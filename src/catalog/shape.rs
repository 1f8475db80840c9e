//! A row's shape and its properties: the shape built from the row's
//! dimensions, its computed properties cross-checked against the values
//! the row gives (given values win), or the given values alone.

use super::row::{CellError, cell_err, rel_diff};
use super::schema::{
    B, BF, BF_BOT, BF_TOP, Col, D, DIMS, H, HW, R, R_OUT, Schema, T, TF, TF_BOT, TF_TOP, TW,
    column_of,
};
use crate::section::spec::normalise_family;
use crate::section::{Given, Properties, Shape};
use crate::units;

/// The row's shape (when it names a family) and its properties.
#[inline]
pub(super) fn shape_and_properties(
    schema: &Schema,
    family: &str,
    given: &mut Given,
    dims: &[(f64, bool); 14],
    name_col: usize,
    props: &mut Properties,
) -> std::result::Result<Option<Shape>, CellError> {
    let dim = |i: usize| dims[i].1.then_some(dims[i].0);
    let shape_col = schema.shape.unwrap_or(0);
    let shape = if family.is_empty() {
        None
    } else {
        let s = shape_direct(family, &dim).map_err(|m| cell_err(shape_col, schema, m))?;
        // A dimension that cannot be is reported at its own column, in the
        // units the row's header gives.
        s.validate_in(schema.typed_system(crate::units::Show::Dimension))
            .map_err(|e| located(schema, e, shape_col))?;
        Some(s)
    };
    // Properties: computed, given, or both (cross-checked).
    match &shape {
        Some(s) => {
            *props = s.properties_of_valid();
            cross_check(schema, given, props, shape_col)?;
            take_given(given, props);
        }
        None => {
            if dims.iter().any(|d| d.1) && given.ix.is_none() {
                return Err(cell_err(
                    shape_col,
                    schema,
                    "dimensions are given but no shape family".into(),
                ));
            }
            given.depth = dim(D).or(dim(H));
            given.width = dim(B).or(dim(BF));
            given.tw = dim(TW);
            given.bf = dim(BF);
            given.tf = dim(TF);
            *props = given
                .properties_in(schema.typed_system(crate::units::Show::Dimension))
                .map_err(|e| located(schema, e, name_col))?;
        }
    }
    Ok(shape)
}

/// An error of the section module at the column of the field it names
/// (else at `fallback`).
fn located(schema: &Schema, e: crate::error::Error, fallback: usize) -> CellError {
    match e {
        crate::error::Error::Input { location, message } => {
            match location.field.as_deref().and_then(|f| column_of(schema, f)) {
                Some(col) => cell_err(col, schema, message),
                None => cell_err(fallback, schema, message),
            }
        }
        other => cell_err(fallback, schema, other.to_string()),
    }
}

/// Given values must agree with those computed from the dimensions.
/// Tolerances: 2 % for what tables and beamsift compute the same way (they
/// differ by rounding); 10 % for J and C_w, where tables use approximate
/// formulas for the fillets and the junctions.
fn cross_check(
    schema: &Schema,
    given: &Given,
    p: &Properties,
    shape_col: usize,
) -> std::result::Result<(), CellError> {
    // Most catalogues of shapes give no properties (or only a mass,
    // checked with it): nothing to compare then.
    let g = given;
    if [g.area, g.ix, g.iy, g.s_top, g.s_bot, g.zx, g.c_top, g.c_bot]
        .iter()
        .chain([g.q_na, g.j, g.cw].iter())
        .all(Option::is_none)
    {
        return Ok(());
    }
    let checks = [
        ("A", given.area, p.area, 0.02),
        ("Ix", given.ix, p.ix, 0.02),
        ("Iy", given.iy, p.iy.unwrap_or(f64::NAN), 0.02),
        ("S_top", given.s_top, p.s_top, 0.02),
        ("S_bot", given.s_bot, p.s_bot, 0.02),
        ("Zx", given.zx, p.zx.unwrap_or(f64::NAN), 0.02),
        ("c_top", given.c_top, p.c_top, 0.02),
        ("c_bot", given.c_bot, p.c_bot, 0.02),
        ("Q", given.q_na, p.q_na.unwrap_or(f64::NAN), 0.02),
        ("J", given.j, p.j.unwrap_or(f64::NAN), 0.10),
        ("Cw", given.cw, p.cw.unwrap_or(f64::NAN), 0.10),
    ];
    for (label, g, c, tol) in checks {
        if let Some(g) = g {
            // A computed zero (C_w of a round tube) is matched by
            // magnitude against the section's own scale.
            let bad = if c.is_finite() && c > 0.0 {
                rel_diff(g, c) > tol
            } else {
                c == 0.0 && g > tol * p.iy.unwrap_or(p.ix) * p.depth * p.depth
            };
            if bad {
                let col = column_of(schema, label).unwrap_or(shape_col);
                // Both values in the unit the column's header gives.
                let (f, unit) = match (schema.cols.get(col), schema.headers.get(col)) {
                    (Some(Col::Prop(_, f)), Some(h)) => (
                        *f,
                        super::schema::split_header(h)
                            .1
                            .map_or(String::new(), |u| format!(" {u}")),
                    ),
                    _ => (1.0, String::new()),
                };
                return Err(cell_err(
                    col,
                    schema,
                    format!(
                        "given {label} = {}{unit} differs by {:.1} % from {}{unit} computed from the dimensions: expected agreement within {:.0} %",
                        units::fmt_num(g / f),
                        100.0 * rel_diff(g, c).min(9.99e2),
                        units::fmt_num(c / f),
                        100.0 * tol
                    ),
                ));
            }
        }
    }
    Ok(())
}

/// Given values are used where both exist (tables are authoritative for
/// their own rounding; J and Cw from a table include fillets).
fn take_given(given: &Given, p: &mut Properties) {
    if let Some(v) = given.area {
        p.area = v;
    }
    if let Some(v) = given.ix {
        p.ix = v;
        p.rx = (v / p.area).sqrt();
    }
    if let Some(v) = given.iy {
        p.iy = Some(v);
        p.ry = Some((v / p.area).sqrt());
    }
    if let Some(v) = given.s_top {
        p.s_top = v;
    }
    if let Some(v) = given.s_bot {
        p.s_bot = v;
    }
    if let Some(v) = given.zx {
        p.zx = Some(v);
    }
    if let Some(v) = given.j {
        p.j = Some(v);
    }
    if let Some(v) = given.cw {
        p.cw = Some(v);
    }
}

/// Build a shape straight from the row's dimensions (no string round trip:
/// this is on the per-row path of a catalogue scan). Columns a family does
/// not use are ignored, so one file can mix families.
#[inline]
fn shape_direct(
    family: &str,
    dim: &impl Fn(usize) -> Option<f64>,
) -> std::result::Result<Shape, String> {
    // Most rows spell the family canonically: no allocation then.
    let fam: std::borrow::Cow<'_, str> =
        if family.bytes().all(|b| b.is_ascii_lowercase() || b == b'-') {
            std::borrow::Cow::Borrowed(family)
        } else {
            std::borrow::Cow::Owned(normalise_family(family))
        };
    let need = |k: usize| -> std::result::Result<f64, String> {
        dim(k).ok_or_else(|| format!("a {fam} needs the dimension '{}'", DIMS[k]))
    };
    let web = |tf_top: f64, tf_bot: f64| -> std::result::Result<f64, String> {
        match (dim(HW), dim(D)) {
            (Some(hw), _) => Ok(hw),
            (None, Some(d)) if d > tf_top + tf_bot => Ok(d - tf_top - tf_bot),
            (None, Some(_)) => Err("the flanges fill the whole depth d".into()),
            (None, None) => Err(format!("a {fam} needs hw or d")),
        }
    };
    let shape = match &*fam {
        "rect" => Shape::Rect {
            b: need(B)?,
            d: need(D)?,
        },
        "welded-i" => {
            let (bf, tf, tw) = (need(BF)?, need(TF)?, need(TW)?);
            Shape::WeldedI {
                bf,
                tf,
                hw: web(tf, tf)?,
                tw,
            }
        }
        "rolled-i" => Shape::RolledI {
            d: need(D)?,
            bf: need(BF)?,
            tf: need(TF)?,
            tw: need(TW)?,
            r: dim(R).unwrap_or(0.0),
        },
        "mono-i" => {
            let (bf_top, tf_top, bf_bot, tf_bot, tw) = (
                need(BF_TOP)?,
                need(TF_TOP)?,
                need(BF_BOT)?,
                need(TF_BOT)?,
                need(TW)?,
            );
            Shape::MonoI {
                bf_top,
                tf_top,
                bf_bot,
                tf_bot,
                hw: web(tf_top, tf_bot)?,
                tw,
            }
        }
        "rhs" => Shape::Rhs {
            b: need(B)?,
            h: need(H)?,
            t: need(T)?,
            r_out: dim(R_OUT).or(dim(R)).unwrap_or(0.0),
        },
        "chs" => Shape::Chs {
            d: need(D)?,
            t: need(T)?,
        },
        "round" => Shape::Round { d: need(D)? },
        _ => {
            return Err(format!(
                "unknown shape '{family}': expected rect, welded-i, rolled-i, mono-i, rhs, chs or round"
            ));
        }
    };
    Ok(shape)
}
○ ○ ○ ○ ○
EXERCISE DIRECTIONS: Return every line above in which the string "super" occurs.

OUTPUT BELOW:
use super::row::{CellError, cell_err, rel_diff};
use super::schema::{
pub(super) fn shape_and_properties(
                        super::schema::split_header(h)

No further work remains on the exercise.